At the same time, it has been fascinating to address how much all the things I experience outside of the studio classrooms are informing my teaching and observations of the dancers I am encountering. I have been reticent to write in too much detail about dance “shop-talk”, but I have found some pretty clear distinctions in the aesthetic cultures of academies and productions that are not dealing with the Classical Indian dance forms. Some are clearly pursuing a contemporary voice based in their Indian roots, others have a distinctive Bollywood style which is currently an economic necessity for a more lucrative success, and then there is this other growing faction that aspires to a completely “western” dance ideal of ballet and contemporary aesthetics for which their primary reference are videos. On this last point, I have been playing with getting the students to improvise to western classical music and then shape their form to match a more traditional classical ballet aesthetic. For most of them, conceptualizing classical ballet in their own bodies, is like imagining what standing in a snowstorm would be like for children that live on tropical islands. There is a wealth of sculptural representation in Indian Art, but nothing that really emulates the elongated sweeping lines of ballet, and I am often struck by how there is a kind of “Indian-ness” in the shapes and movement dynamics to which the dancers relate. This is a very superficial generalization, many dance students here have gorgeous articulation in their torsos and hands, not commonly found in western dance forms, and at the same time, these articulations are so culturally ingrained that most don’t really have a conscious ability to transfer such specificity to other styles of movement.

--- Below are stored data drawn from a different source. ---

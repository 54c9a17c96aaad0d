import { LitElement, css, html, nothing } from 'lit';
import type { Identity, ReviewEvent, RevisionEvent } from './review-types.js';
import { reviewNotice, revisionNotice } from './review-rules.js';

/**
 * What others did to the open model, said at once: "Revision 7 saved by Dana"
 * with an action to open it (the edits on screen stay until the user opens it,
 * and a save of them meets the usual conflict), or "Revision 6 approved by
 * Lee". A polite live region: it is read out but never takes the focus.
 *
 * @fires sn-open - {id, revision}: open the revision named by the notice
 */
export class SnLiveNotice extends LitElement {
  static override styles = css`
    :host { position: fixed; right: 14px; bottom: 14px; z-index: 15; display: flex; flex-direction: column; gap: 6px; align-items: flex-end; max-width: min(420px, 90vw); }
    .notice { background: #fffbef; color: #1d3a4a; border: 1px solid #e8b04b; border-left-width: 4px; border-radius: 4px; padding: 6px 10px;
      box-shadow: 0 4px 14px rgba(0,0,0,0.12); font-size: 13px; display: flex; gap: 8px; align-items: center; }
    .notice.review { border-color: #5b8fb0; background: #f3f8fb; }
    .text { flex: 1; }
    button { font: inherit; font-size: 12px; padding: 2px 8px; border-radius: 3px; border: 1px solid #c8c4bb; background: #fff; cursor: pointer; flex: none; }
    button.primary { background: #1d3a4a; color: #fff; border-color: #1d3a4a; }
    @media print { :host { display: none; } }
  `;

  static override properties = {
    modelId: { type: String },
    revisionEvent: { attribute: false },
    reviewEvent: { attribute: false },
    latest: { type: Number },
    saving: { type: Boolean },
    identity: { attribute: false },
    dismissed: { state: true },
  };

  /** The saved model open on screen. */
  declare modelId: string;
  declare revisionEvent: RevisionEvent | null;
  declare reviewEvent: ReviewEvent | null;
  /** The latest revision this client has (saved or opened). */
  declare latest: number;
  /** A save of this client is under way (its own event is not news). */
  declare saving: boolean;
  declare identity: Identity | null;
  /** The events the user closed. */
  declare private dismissed: ReadonlySet<object>;

  constructor() {
    super();
    this.modelId = '';
    this.revisionEvent = null;
    this.reviewEvent = null;
    this.latest = 0;
    this.saving = false;
    this.identity = null;
    this.dismissed = new Set();
  }

  override render() {
    const rev = this.revisionEvent && !this.dismissed.has(this.revisionEvent) ? this.revisionEvent : null;
    const review = this.reviewEvent && !this.dismissed.has(this.reviewEvent) ? this.reviewEvent : null;
    const saved = revisionNotice(rev, { latest: this.latest, saving: this.saving });
    const reviewed = reviewNotice(review, this.identity);
    // The live region is always there, so that a notice put into it is read out.
    return html`<div role="status" aria-live="polite">
      ${saved && rev
        ? html`<div class="notice revision" data-notice="revision" data-revision=${rev.revision}>
            <span class="text">${saved}</span>
            <button class="primary" data-action="open-revision" @click=${() => this.open(rev)}>Open revision ${rev.revision}</button>
            <button data-action="dismiss" aria-label="Dismiss" @click=${() => this.dismiss(rev)}>×</button>
          </div>`
        : nothing}
      ${reviewed && review
        ? html`<div class="notice review" data-notice="review" data-revision=${review.revision} data-state=${review.state}>
            <span class="text">${reviewed}</span>
            <button data-action="dismiss" aria-label="Dismiss" @click=${() => this.dismiss(review)}>×</button>
          </div>`
        : nothing}
    </div>`;
  }

  private open(ev: RevisionEvent): void {
    this.dispatchEvent(new CustomEvent('sn-open', { detail: { id: this.modelId || ev.id, revision: ev.revision }, bubbles: true, composed: true }));
  }

  private dismiss(ev: object): void {
    this.dismissed = new Set([...this.dismissed, ev]);
  }
}

customElements.define('sn-live-notice', SnLiveNotice);

declare global {
  interface HTMLElementTagNameMap {
    'sn-live-notice': SnLiveNotice;
  }
}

Architecture. Household art. Gallery art.
Speaking of seeing contemporary Indian dance, I was treated to a studio rehearsal of some very engaging work by Bharat Sharma’s dancers. And I went to see an “invitation only” preview showing of a work-in-progress called “Antariksha Sanchar” which is a collaboration between electronic composer/DJ’s, musicians, digital art/game developers and a Bharatanatyam guru. I will leave it up to you to imagine what this might be in reality, and I will let you know when I see the full evening show in Mumbai later in November. It is also worth mentioning that I got to see a 1988 dance film called “Sangai: The Dancing Deer of Manipur”, a dance drama with minimal camera effects that won the Outstanding Film of the Year by the British Film Institute for the director, Aribam Sayam Sharma.
If you look carefully, you can see me in sitting house right at the Antariksha Sanchar preview showing (photo from Antariksha Sanchar website). DVD cover art for Sangai.
Delhi is a very big city with a very large dance community to which I have been introduced in only the most cursory of ways, given my limited time. I am impressed with the dedication and passion of those who pursue dance here. However, in choosing to focus on my teaching and research, I have felt quite isolated in my endeavors as I have traversed many different parts of the city and met with so many different people and no real time to follow up with everyone in a significant manner. My sightseeing has been minimal, and I am contemplating if I will actually attempt to play “tourist” again before I leave Delhi. On account of work and the upcoming Divali festival week (which seems to play as extensive a role for families here, as Thanksgiving does in the USA), I won’t actually do my return pilgrimage to the Taj Mahal. But there are some impressive sounding structures and compounds locally that I might try to visit.

This is stating the obvious, but getting older is challenging in and of itself. I need more light to read at night, and most text is too small for me to read even with my glasses on. When I have an injury, it takes days longer to heal than I used to tolerate. Maybe my point of view is colored by the fact that I have a chest cold, and just finding the energy to put this post together has taken me a few days. When I think about places in the world I have been, I remember all the friends whom I will never have the chance to see again, because they have passed away. And making new friends in “far off lands” can feel a little bittersweet, with the thought that one day I will be the “remembrance” for others.